* [TO DO]: For the word "ArithSettings", search the records and show each line in which it occurs.

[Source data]
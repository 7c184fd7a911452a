import { arithDecoder } from './arith-decoder.ts';
import { arithEncoder, arithFiller } from './arith-encoder.ts';
import { arithPricer, decodeArithInPieces } from './arith-pieces.ts';
import { arithPrice } from './arith-price.ts';
import { ArithSettings, arithDeclaration } from './arith-settings.ts';
import { type ArithTables, arithTrainer, tablesFor } from './arith-tables.ts';
import type { Coder, CoderEntry, Tables } from './contract.ts';
import { remembered } from './cost.ts';
import { adaptiveCosts, adaptivePass } from './cost-adaptive.ts';
import { sentStaticCosts, sentStaticOperations } from './cost-sent-static.ts';
import { staticCosts, staticOperations } from './cost-static.ts';
import type { ParameterValues } from './parameters.ts';

/**
 * Order-k arithmetic coding. What may surprise:
 * - a message's code string ends by itself where its end is not known, so no byte length is ever paid for;
 * - an adaptive model's `sent` cell does not exist as such: `sent` carries static tables of order k alone, no back-off;
 * - `backoff`, `counts` and `halve_at` speak of adaptive models, `total_bits` and `unseen` of static ones; the others are
 *   ignored, so that one candidate can run under every policy;
 * - `position=N` counts from a message's start where contexts start there, and runs on over messages where they run on.
 */
export const arith: CoderEntry = { declaration: arithDeclaration, create };

function create(values: ParameterValues): Coder {
  const settings = new ArithSettings(values);
  const passOf = remembered((sequence, setup) => adaptivePass(settings, sequence, setup));
  return {
    declares: arithDeclaration,
    check: (setup) => settings.check(setup),
    trainer: (setup) => {
      settings.check(setup);
      return arithTrainer(settings, setup);
    },
    encoder: (setup) => {
      settings.check(setup);
      return arithEncoder(settings, setup);
    },
    filler: (setup) => {
      settings.check(setup);
      return arithFiller(settings, setup);
    },
    growsSteadily: (setup) => setup.policy !== 'sent',
    decoder: (setup, limits) => {
      settings.check(setup);
      return arithDecoder(settings, setup, limits);
    },
    inPieces: {
      decode: (input, setup, limits, taker) => {
        settings.check(setup);
        return decodeArithInPieces(settings, input, setup, limits, taker);
      },
      pricer: (setup) => {
        settings.check(setup);
        return arithPricer(settings, setup);
      },
    },
    price: (sequence, setup) => {
      settings.check(setup);
      return arithPrice(settings, sequence, setup);
    },
    costs(setup, longestCodedBytes, sequence) {
      const { policy } = setup;
      if (policy === 'shipped') {
        const { table } = tablesFor(setup, policy);
        return staticCosts(table, settings.rangeBits, setup.lengths, longestCodedBytes);
      }
      return policy === 'sent'
        ? sentStaticCosts(settings, sequence, setup, longestCodedBytes)
        : adaptiveCosts(settings, setup, passOf(sequence, setup), longestCodedBytes);
    },
    operations(sequence, setup) {
      const { policy } = setup;
      if (policy === 'shipped')
        return staticOperations(tablesFor(setup, policy).table, settings.rangeBits, sequence);
      return policy === 'sent'
        ? sentStaticOperations(settings, sequence, setup)
        : passOf(sequence, setup).operations;
    },
    decoderHolds: () => settings.rangeBits / 8,
    describeTables: (tables) => describe(tables as ArithTables, settings),
  };
}

function describe(tables: Tables & ArithTables, settings: ArithSettings): string[] {
  const { order, positions } = settings;
  const place = positions === 1 ? '' : `, for each of ${positions} positions`;
  if (tables.policy === 'primed')
    return [`adaptive order-${order} model after the train split${place}`];
  const { tree } = tables.pairs;
  const strings = tree.nodeCount - tree.startCount;
  const lines = [
    `${strings} strings of 1 to ${order + 1} symbols counted in ${tree.alphabetSize} symbols' alphabet${place}`,
  ];
  if (tables.policy === 'shipped') {
    const { table } = tables;
    let contexts = 0;
    for (const total of table.totals) if (total > 0) contexts++;
    lines.push(
      `${contexts} contexts with ${table.symbols.length} entries, totals of ${table.totals[0]}`,
    );
  }
  return lines;
}
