import type { CoderEntry, Declaration } from './contract.ts';
import { referenceCoder, referenceTraits } from './reference.ts';
import { brotliMethod } from './reference-library.ts';

const declaration: Declaration = {
  ...referenceTraits,
  name: 'brotli',
  summary: 'Brotli (repeats, contexts, a built-in dictionary of web text) by Node’s zlib.',
  parameters: [
    {
      key: 'quality',
      kind: 'integer',
      min: 0,
      max: 11,
      standard: 11,
      summary:
        'how long the encoder searches: 0 fastest, 11 smallest and on long text about 15 times slower than 9',
    },
  ],
  policies: ['none'],
  worstCase: 'n bytes and a few',
  memory:
    'the whole message; a window of up to 4 MiB at both ends, and far more to encode at 10 and 11',
  source: 'Alakuijala and Szabadka 2016, RFC 7932; the library built into Node',
};

/** A reference: the strongest coder that comes with Node. */
export const brotli: CoderEntry = {
  declaration,
  create: (values) => referenceCoder(declaration, () => brotliMethod(Number(values['quality']))),
};
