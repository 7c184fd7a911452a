import { BugError } from '../errors/errors.ts';

/**
 * Brings weights to integer frequencies with a given total, close to the least code length, with integers and exactly
 * rounded quotients only.
 *
 * Each weight gets its share rounded down, at least 1; where shares below 1 had to be raised, the others share what is
 * left, until nothing changes. What rounding left over goes, one each, to the entries that gain most from one more: largest
 * w ÷ (2f + 1), which orders w · log2((f + 1) ÷ f) to within a few per cent; ties to the earlier entry.
 */
export class Quantiser {
  #order = new Uint32Array(64);
  #gain = new Float64Array(64);

  /**
   * Fills `frequencies[from … to − 1]` from `weights` at the same places.
   * @param weights  integers ≥ 1
   * @param total    at least to − from
   */
  quantise(
    weights: Float64Array,
    frequencies: Uint32Array | Float64Array,
    from: number,
    to: number,
    total: number,
  ): void {
    const count = to - from;
    if (count === 0) return;
    if (total < count) throw new BugError('a total is too small for its frequencies');
    let weightLeft = 0;
    for (let i = from; i < to; i++) {
      weightLeft += weights[i];
      frequencies[i] = 0;
    }
    let share = total;
    for (let changed = true; changed; ) {
      changed = false;
      let weightRaised = 0;
      let raised = 0;
      for (let i = from; i < to; i++) {
        if (frequencies[i] === 0 && weights[i] * share < weightLeft) {
          frequencies[i] = 1;
          weightRaised += weights[i];
          raised++;
          changed = true;
        }
      }
      weightLeft -= weightRaised;
      share -= raised;
    }
    let left = total;
    if (this.#order.length < count) {
      this.#order = new Uint32Array(2 * count);
      this.#gain = new Float64Array(2 * count);
    }
    const gain = this.#gain;
    for (let i = from; i < to; i++) {
      if (frequencies[i] === 0) frequencies[i] = Math.floor((weights[i] * share) / weightLeft);
      left -= frequencies[i];
      gain[i - from] = weights[i] / (2 * frequencies[i] + 1);
    }
    if (left === 0) return;
    if (left < 0 || left > count) throw new BugError('frequencies do not add up to their total');
    this.#raiseBest(frequencies, from, count, left);
  }

  /** Adds 1 to the `left` entries of largest gain. */
  #raiseBest(
    frequencies: Uint32Array | Float64Array,
    from: number,
    count: number,
    left: number,
  ): void {
    const order = this.#order.subarray(0, count);
    const gain = this.#gain;
    for (let i = 0; i < count; i++) order[i] = i;
    order.sort((a, b) => gain[b] - gain[a] || a - b);
    for (let i = 0; i < left; i++) frequencies[from + order[i]]++;
  }
}
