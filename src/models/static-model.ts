import { CorruptStreamError, PromiseError } from '../errors/errors.ts';
import type { SymbolArray } from '../symbols/sequence.ts';
import type { IntervalSink, IntervalSource } from './interval.ts';
import type { StaticTable } from './static-table.ts';
import type { SymbolModel } from './symbol-model.ts';

const NONE = -1;

/**
 * Codes with a {@link StaticTable}. The whole state is one context number; a symbol is found by halving the entries.
 *
 * With a table of exact weights it drives a meter only: its totals may pass what a stage can code.
 */
export class StaticModel implements SymbolModel {
  readonly #table: StaticTable;
  #context: number;

  constructor(table: StaticTable) {
    this.#table = table;
    this.#context = table.startContext;
  }

  reset(): void {
    this.#context = this.#table.startContext;
  }

  encode(symbols: SymbolArray, from: number, to: number, sink: IntervalSink): void {
    const escapes = this.#table.unseen === 'escape';
    for (let i = from; i < to; i++) {
      if (escapes) this.#encodeEscaping(symbols[i], sink);
      else this.#encodeAtOrder(symbols[i], sink);
    }
  }

  decode(source: IntervalSource, symbols: SymbolArray, from: number, to: number): void {
    const escapes = this.#table.unseen === 'escape';
    for (let i = from; i < to; i++) {
      symbols[i] = escapes ? this.#decodeEscaping(source) : this.#decodeAtOrder(source);
    }
  }

  #encodeEscaping(symbol: number, sink: IntervalSink): void {
    const { totals, unseenFrom, suffix, lows, frequencies, next, positions } = this.#table;
    let context = this.#context;
    for (;;) {
      const total = totals[context];
      if (total > 0) {
        const entry = this.#find(context, symbol);
        if (entry !== NONE) {
          if (frequencies[entry] < total) sink.put(lows[entry], frequencies[entry], total);
          this.#context = next[entry];
          return;
        }
        sink.put(unseenFrom[context], total - unseenFrom[context], total);
      }
      if (context < positions) break;
      context = suffix[context];
    }
    const size = this.#table.alphabetSize;
    if (size > 1) sink.put(symbol, 1, size);
    this.#context = this.#nextEmpty(context);
  }

  #decodeEscaping(source: IntervalSource): number {
    const { totals, unseenFrom, suffix, lows, frequencies, next, symbols, positions } = this.#table;
    let context = this.#context;
    for (;;) {
      const total = totals[context];
      if (total > 0) {
        const from = unseenFrom[context];
        const first = this.#table.entryStart[context];
        const certain = frequencies[first] === total;
        const target = certain ? 0 : source.target(total);
        if (target < from) {
          const entry = this.#holding(context, target);
          if (!certain) source.take(lows[entry], frequencies[entry]);
          this.#context = next[entry];
          return symbols[entry];
        }
        source.take(from, total - from);
      }
      if (context < positions) break;
      context = suffix[context];
    }
    const size = this.#table.alphabetSize;
    this.#context = this.#nextEmpty(context);
    if (size === 1) return 0;
    const symbol = source.target(size);
    source.take(symbol, 1);
    return symbol;
  }

  #encodeAtOrder(symbol: number, sink: IntervalSink): void {
    const { totals, unseenFrom, unseenFrequency, lows, frequencies, next, entryStart } =
      this.#table;
    const context = this.#context;
    const total = totals[context];
    const entry = this.#find(context, symbol);
    if (entry !== NONE && total > 0) {
      if (frequencies[entry] < total) sink.put(lows[entry], frequencies[entry], total);
      this.#context = next[entry];
      return;
    }
    if (this.#table.unseen === 'none') {
      throw new PromiseError('a table fitted to other symbols was used', {
        got: `symbol ${symbol}, which its context does not have`,
      });
    }
    const size = this.#table.alphabetSize;
    if (total === 0) {
      if (size > 1) sink.put(symbol, 1, size);
    } else {
      const rank = symbol - (this.#firstFrom(context, symbol) - entryStart[context]);
      const frequency = unseenFrequency[context];
      sink.put(unseenFrom[context] + rank * frequency, frequency, total);
    }
    this.#context = this.#after(context, symbol);
  }

  #decodeAtOrder(source: IntervalSource): number {
    const { totals, unseenFrom, unseenFrequency, lows, frequencies, next, symbols, entryStart } =
      this.#table;
    const context = this.#context;
    const total = totals[context];
    let symbol = 0;
    if (total > 0) {
      const certain = frequencies[entryStart[context]] === total;
      const target = certain ? 0 : source.target(total);
      if (target < unseenFrom[context]) {
        const entry = this.#holding(context, target);
        if (!certain) source.take(lows[entry], frequencies[entry]);
        this.#context = next[entry];
        return symbols[entry];
      }
      const frequency = unseenFrequency[context];
      const rank = Math.floor((target - unseenFrom[context]) / frequency);
      source.take(unseenFrom[context] + rank * frequency, frequency);
      symbol = this.#unseenAt(context, rank);
    } else if (this.#table.unseen === 'none') {
      throw new CorruptStreamError(
        'a symbol is coded in a context that the sent table does not have',
      );
    } else if (this.#table.alphabetSize > 1) {
      symbol = source.target(this.#table.alphabetSize);
      source.take(symbol, 1);
    }
    this.#context = this.#after(context, symbol);
    return symbol;
  }

  /** The longest known context after a symbol that `context` itself has not seen. */
  #after(context: number, symbol: number): number {
    const { suffix, next, positions } = this.#table;
    for (let shorter = context; ; shorter = suffix[shorter]) {
      const entry = this.#find(shorter, symbol);
      if (entry !== NONE) return next[entry];
      if (shorter < positions) return this.#nextEmpty(shorter);
    }
  }

  /** The empty context of the position after that of `context`, an empty one too. */
  #nextEmpty(context: number): number {
    return context + 1 === this.#table.positions ? 0 : context + 1;
  }

  /** First entry of the context whose symbol is `symbol` or larger. */
  #firstFrom(context: number, symbol: number): number {
    const { entryStart, symbols } = this.#table;
    let from = entryStart[context];
    let to = entryStart[context + 1];
    while (from < to) {
      const middle = (from + to) >>> 1;
      if (symbols[middle] < symbol) from = middle + 1;
      else to = middle;
    }
    return from;
  }

  #find(context: number, symbol: number): number {
    const entry = this.#firstFrom(context, symbol);
    const { entryStart, symbols } = this.#table;
    return entry < entryStart[context + 1] && symbols[entry] === symbol ? entry : NONE;
  }

  /** The entry whose interval holds the target. */
  #holding(context: number, target: number): number {
    const { entryStart, lows } = this.#table;
    let from = entryStart[context];
    let to = entryStart[context + 1];
    while (to - from > 1) {
      const middle = (from + to) >>> 1;
      if (lows[middle] <= target) from = middle;
      else to = middle;
    }
    return from;
  }

  /** The symbol without an entry that has `rank` such symbols below it. */
  #unseenAt(context: number, rank: number): number {
    const { entryStart, symbols } = this.#table;
    const first = entryStart[context];
    let from = first;
    let to = entryStart[context + 1];
    while (from < to) {
      const middle = (from + to) >>> 1;
      if (symbols[middle] - (middle - first) <= rank) from = middle + 1;
      else to = middle;
    }
    return rank + (from - first);
  }
}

* [RESPONSE FOR THIS EXERCISE]:
import { ArithSettings, arithDeclaration } from './arith-settings.ts';
  const settings = new ArithSettings(values);
function describe(tables: Tables & ArithTables, settings: ArithSettings): string[] {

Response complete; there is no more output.